*** Opening Supplied data ***

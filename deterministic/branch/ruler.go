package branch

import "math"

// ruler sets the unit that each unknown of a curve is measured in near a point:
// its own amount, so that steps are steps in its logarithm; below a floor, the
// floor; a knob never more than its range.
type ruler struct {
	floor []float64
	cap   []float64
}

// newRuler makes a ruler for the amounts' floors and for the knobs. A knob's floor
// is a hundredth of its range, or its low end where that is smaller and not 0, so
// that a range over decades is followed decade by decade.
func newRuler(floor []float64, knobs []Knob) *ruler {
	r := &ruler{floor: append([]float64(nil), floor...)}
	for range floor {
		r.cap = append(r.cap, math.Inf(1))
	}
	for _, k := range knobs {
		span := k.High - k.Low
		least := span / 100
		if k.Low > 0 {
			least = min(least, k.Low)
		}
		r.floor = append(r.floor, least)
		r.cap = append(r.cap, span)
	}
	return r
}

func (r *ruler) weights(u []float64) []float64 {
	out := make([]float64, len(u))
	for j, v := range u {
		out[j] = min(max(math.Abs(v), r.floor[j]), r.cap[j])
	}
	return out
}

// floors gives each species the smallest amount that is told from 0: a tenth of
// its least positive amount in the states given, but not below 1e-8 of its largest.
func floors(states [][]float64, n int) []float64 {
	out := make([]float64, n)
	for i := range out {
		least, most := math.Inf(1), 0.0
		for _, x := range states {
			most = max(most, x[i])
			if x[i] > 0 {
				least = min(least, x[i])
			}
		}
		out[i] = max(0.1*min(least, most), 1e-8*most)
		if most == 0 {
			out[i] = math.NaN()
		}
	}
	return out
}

*** Closing Supplied data ***
*** Opening Supplied data ***

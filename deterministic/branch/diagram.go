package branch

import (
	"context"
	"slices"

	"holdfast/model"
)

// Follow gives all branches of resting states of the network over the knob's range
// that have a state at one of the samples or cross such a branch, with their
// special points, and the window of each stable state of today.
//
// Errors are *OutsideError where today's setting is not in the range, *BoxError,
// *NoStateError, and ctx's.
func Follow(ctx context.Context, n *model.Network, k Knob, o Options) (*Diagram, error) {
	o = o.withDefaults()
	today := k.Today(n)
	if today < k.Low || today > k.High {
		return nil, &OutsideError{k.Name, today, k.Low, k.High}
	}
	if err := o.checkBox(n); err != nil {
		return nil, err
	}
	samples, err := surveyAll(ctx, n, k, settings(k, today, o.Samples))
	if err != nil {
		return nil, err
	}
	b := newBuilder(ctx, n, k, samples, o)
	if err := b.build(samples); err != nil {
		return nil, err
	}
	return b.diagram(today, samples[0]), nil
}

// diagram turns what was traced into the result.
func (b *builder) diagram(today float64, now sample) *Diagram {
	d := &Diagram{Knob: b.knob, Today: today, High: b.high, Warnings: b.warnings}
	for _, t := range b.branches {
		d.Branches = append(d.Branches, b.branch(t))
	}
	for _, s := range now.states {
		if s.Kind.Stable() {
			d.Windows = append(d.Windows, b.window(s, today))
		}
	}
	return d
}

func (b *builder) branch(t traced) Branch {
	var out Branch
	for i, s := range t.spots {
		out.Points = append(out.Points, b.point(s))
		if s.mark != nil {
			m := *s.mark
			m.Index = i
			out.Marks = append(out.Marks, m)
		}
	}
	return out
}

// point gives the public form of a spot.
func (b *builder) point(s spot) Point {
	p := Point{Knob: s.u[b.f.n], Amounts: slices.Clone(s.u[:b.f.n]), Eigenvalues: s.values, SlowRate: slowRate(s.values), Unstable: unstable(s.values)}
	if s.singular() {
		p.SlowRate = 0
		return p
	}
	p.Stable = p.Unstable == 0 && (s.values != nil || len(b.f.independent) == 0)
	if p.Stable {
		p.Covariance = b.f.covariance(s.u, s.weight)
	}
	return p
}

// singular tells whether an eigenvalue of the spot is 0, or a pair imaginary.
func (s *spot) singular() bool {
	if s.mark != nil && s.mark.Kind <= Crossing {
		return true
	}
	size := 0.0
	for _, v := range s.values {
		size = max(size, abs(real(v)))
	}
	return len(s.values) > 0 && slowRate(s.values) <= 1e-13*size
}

*** Closing Supplied data ***
*** Opening Supplied data ***

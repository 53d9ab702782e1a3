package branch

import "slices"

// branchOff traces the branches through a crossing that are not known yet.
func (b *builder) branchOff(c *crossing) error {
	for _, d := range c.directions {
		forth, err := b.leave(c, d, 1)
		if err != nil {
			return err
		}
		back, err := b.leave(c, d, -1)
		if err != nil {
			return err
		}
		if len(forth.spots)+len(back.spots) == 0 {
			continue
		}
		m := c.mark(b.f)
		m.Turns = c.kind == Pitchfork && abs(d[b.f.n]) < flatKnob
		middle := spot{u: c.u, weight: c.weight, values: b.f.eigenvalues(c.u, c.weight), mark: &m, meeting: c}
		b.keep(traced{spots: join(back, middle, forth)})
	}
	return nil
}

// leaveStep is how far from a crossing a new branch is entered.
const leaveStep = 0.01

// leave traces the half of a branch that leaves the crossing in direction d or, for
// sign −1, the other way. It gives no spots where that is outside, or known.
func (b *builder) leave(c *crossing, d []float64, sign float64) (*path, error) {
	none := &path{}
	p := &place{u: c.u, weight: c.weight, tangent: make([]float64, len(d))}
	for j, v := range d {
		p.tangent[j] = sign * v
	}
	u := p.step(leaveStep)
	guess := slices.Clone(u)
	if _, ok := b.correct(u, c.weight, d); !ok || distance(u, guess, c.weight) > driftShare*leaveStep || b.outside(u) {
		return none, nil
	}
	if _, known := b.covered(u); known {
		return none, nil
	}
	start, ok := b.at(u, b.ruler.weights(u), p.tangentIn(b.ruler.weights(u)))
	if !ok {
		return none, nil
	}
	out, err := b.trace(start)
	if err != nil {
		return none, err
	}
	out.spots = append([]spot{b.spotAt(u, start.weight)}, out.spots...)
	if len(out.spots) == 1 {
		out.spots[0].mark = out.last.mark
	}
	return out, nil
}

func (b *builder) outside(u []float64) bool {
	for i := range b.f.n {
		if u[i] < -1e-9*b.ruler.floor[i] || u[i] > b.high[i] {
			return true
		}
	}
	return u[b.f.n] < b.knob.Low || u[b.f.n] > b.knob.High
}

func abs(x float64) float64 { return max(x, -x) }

*** Closing Supplied data ***

**Goal of the exercise:**
Of the entries listed above, reproduce only the lines starting at the line containing "filename deterministic/branch/ruler.go" and ending at the line containing "0: a tenth of". Include both, exactly as they stand.

**Answer to the problem:**
filename deterministic/branch/ruler.go
package branch

import "math"

// ruler sets the unit that each unknown of a curve is measured in near a point:
// its own amount, so that steps are steps in its logarithm; below a floor, the
// floor; a knob never more than its range.
type ruler struct {
	floor []float64
	cap   []float64
}

// newRuler makes a ruler for the amounts' floors and for the knobs. A knob's floor
// is a hundredth of its range, or its low end where that is smaller and not 0, so
// that a range over decades is followed decade by decade.
func newRuler(floor []float64, knobs []Knob) *ruler {
	r := &ruler{floor: append([]float64(nil), floor...)}
	for range floor {
		r.cap = append(r.cap, math.Inf(1))
	}
	for _, k := range knobs {
		span := k.High - k.Low
		least := span / 100
		if k.Low > 0 {
			least = min(least, k.Low)
		}
		r.floor = append(r.floor, least)
		r.cap = append(r.cap, span)
	}
	return r
}

func (r *ruler) weights(u []float64) []float64 {
	out := make([]float64, len(u))
	for j, v := range u {
		out[j] = min(max(math.Abs(v), r.floor[j]), r.cap[j])
	}
	return out
}

// floors gives each species the smallest amount that is told from 0: a tenth of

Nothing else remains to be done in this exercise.